Stützen der Gesellschaft – Neroz Mohammed, Freizeitpädagogin: „Ich wollte unbedingt wieder unterrichten“
Neroz Mohammed ist eine starke Frau mit leuchtenden braunen Augen und einer einnehmenden Ausstrahlung. Die 43-jährige Freizeitpädagogin, die mit ihrer Familie 2015 nach Österreich geflüchtete ist, empfängt uns in ihrer Wohnung im 19. Bezirk in Wien, wo sie Kräutertee serviert und dann auf einem knallgelben Sessel Platz nimmt. An der Wand hinter ihr hängen Fotos ihrer Kinder, die sie umrahmen, und die, so wird schnell klar, der Grund für ihre Kraft und ihr Leuchten sind. Wie hat sie den schwierigen Neuanfang in einem für sie unbekannten Land geschafft? Neroz Mohammed gibt Antworten.
Redaktion: Sonja Kittel, Fotos: Michael Pöltl
„Es war der Horror“
„Mein Name ist Neroz und ich wurde 1981 in Syrien geboren. Ich habe dort englische Literatur studiert und sieben Jahre Englisch unterrichtet. Ich begann an einer Volksschule in meinem Heimatort Aleppo. Dann lernte ich meinen Mann kennen und wir heirateten. Gemeinsam zogen wir nach Kobane, wo ich an einem Gymnasium arbeiten konnte.

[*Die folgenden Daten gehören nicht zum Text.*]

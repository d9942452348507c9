"""The sources panel ('w') on every view: each figure with its value and where it comes from,
formatted (no ids, file-format keys or Python values)."""

from __future__ import annotations

import re

from homeplan.report.fmt import money
from homeplan.tui.screens.forms import TextScreen

from .conftest import make_app, settle

FORBIDDEN = re.compile(r"\b[a-z]+_[a-z0-9_]+\b|\bTrue\b|\bFalse\b|\bNone\b|\bnan\b|[{}\[\]]"
                       r"|from memory|common practice")


async def test_sources_panel_on_every_view(plan_file):
    app = make_app(plan_file)
    async with app.run_test(size=(80, 24)) as pilot:
        await settle(pilot)
        texts = {}
        for key in "1234567":
            await pilot.press(key, "w")
            await pilot.pause()
            screen = app.screen
            assert isinstance(screen, TextScreen)
            texts[key] = str(screen.body)
            await pilot.press("escape")
            await pilot.pause()
        for key, text in texts.items():
            # the planner's notes may name a key to add to the file (a how-to, not a figure)
            rest = re.sub(r"\S+\.ya?ml\b", "", text.split("Notes from the planner:")[0])
            assert not FORBIDDEN.search(rest), (key, FORBIDDEN.search(rest))
            assert "from your plan file" in text  # every view names where its inputs come from
        first = app.result.roadmap.steps[0]
        # Next: the first year's steps with the values the view shows and their sources
        assert f"You pay: {money(first.net_cost_usd)}" in texts["1"]
        assert "computed: the price less the incentives" in texts["1"]
        year = app.result.roadmap.years[0]
        assert f"Bills: {money(year.total_bills_usd)}" in texts["4"]
        assert "Pays in this roadmap" in texts["7"]
        assert "Typical life" in texts["2"]
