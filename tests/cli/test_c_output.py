"""What a C library prints with printf stays off a command's standard output.

HiGHS 1.12 prints a debugging line with C ``printf`` in a rare search path, whatever its output
option; ``homeplan plan --json > plan.json`` must still be JSON. The C library's own ``printf``
(through ctypes) stands in for HiGHS, in a child process so that the file descriptors are real.
"""

from __future__ import annotations

import json
import os
import subprocess
import sys
from pathlib import Path

ROOT = Path(__file__).resolve().parents[2]

CHILD = r"""
import ctypes, sys
from homeplan.cli.c_output import c_output_aside
libc = ctypes.CDLL(None)
with c_output_aside():
    print("from python, inside")
    libc.printf(b"from C, inside\n")
    libc.fflush(None)
print("from python, after")
sys.stdout.flush()
libc.printf(b"from C, after\n")
libc.fflush(None)
"""


def test_c_printf_is_kept_off_stdout_while_a_command_runs() -> None:
    out = subprocess.run([sys.executable, "-c", CHILD], capture_output=True, text=True, cwd=ROOT,
                         check=True).stdout
    assert out.splitlines() == ["from python, inside", "from python, after", "from C, after"]


def test_plan_json_on_stdout_is_whole_json() -> None:
    out = subprocess.run([sys.executable, "-m", "homeplan.cli", "plan", "--json",
                          str(ROOT / "sample_homes" / "minimal.yaml")],
                         capture_output=True, text=True, cwd=ROOT, check=True).stdout
    assert json.loads(out)["schema_version"]


def test_nothing_changes_under_a_capture_without_a_file_descriptor(capsys) -> None:
    from homeplan.cli.c_output import c_output_aside

    with c_output_aside():
        print("captured")
    assert capsys.readouterr().out == "captured\n"


SIZE_CHILD = r"""
import fcntl, os, shutil, struct, sys, termios
from homeplan.cli.c_output import c_output_aside
fcntl.ioctl(0, termios.TIOCSWINSZ, struct.pack("HHHH", 30, 100, 0, 0))  # a 100 x 30 terminal
before = shutil.get_terminal_size((1, 1))
with c_output_aside():
    inside = shutil.get_terminal_size((1, 1))
print(before == inside, inside)
"""


def test_the_terminal_size_is_still_read_inside() -> None:
    """The app sizes itself from standard output's terminal (shutil.get_terminal_size, Python
    standard library): inside, it reads the same size as outside. A pseudo-terminal stands in
    for the user's terminal."""
    import pty

    pid, fd = pty.fork()
    if pid == 0:  # the child: its standard streams are the pseudo-terminal
        env = {k: v for k, v in os.environ.items() if k not in ("COLUMNS", "LINES")}  # the size
        os.execve(sys.executable, [sys.executable, "-c", SIZE_CHILD], env)  # from the terminal
    out = b""
    while True:
        try:
            chunk = os.read(fd, 1024)
        except OSError:
            break
        if not chunk:
            break
        out += chunk
    os.waitpid(pid, 0)
    assert out.decode().split()[0] == "True" and "columns=100, lines=30" in out.decode(), out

Als der Krieg begann und Kobane bombardiert wurde, gingen wir zurück nach Aleppo. Wir hatten mittlerweile drei Kinder und mein Mann wollte Syrien verlassen. Ich fand die Idee nicht gut, weil ich mir die Flucht mit drei kleinen Kindern nicht vorstellen konnte, aber nachdem dann auch Aleppo bombardiert wurde, hatten wir keine andere Möglichkeit und flüchteten in die Türkei. Mein Mann arbeitete dort von morgens bis abends, um uns irgendwie versorgen zu können. Wir sind Kurden und wir erlebten jeden Tag Rassismus. Die Kinder konnten nicht in die Schule gehen, mein ältester Sohn war damals neun Jahre alt, und nach Syrien konnten wir nicht zurück, weil überall Krieg herrschte. Es war der Horror.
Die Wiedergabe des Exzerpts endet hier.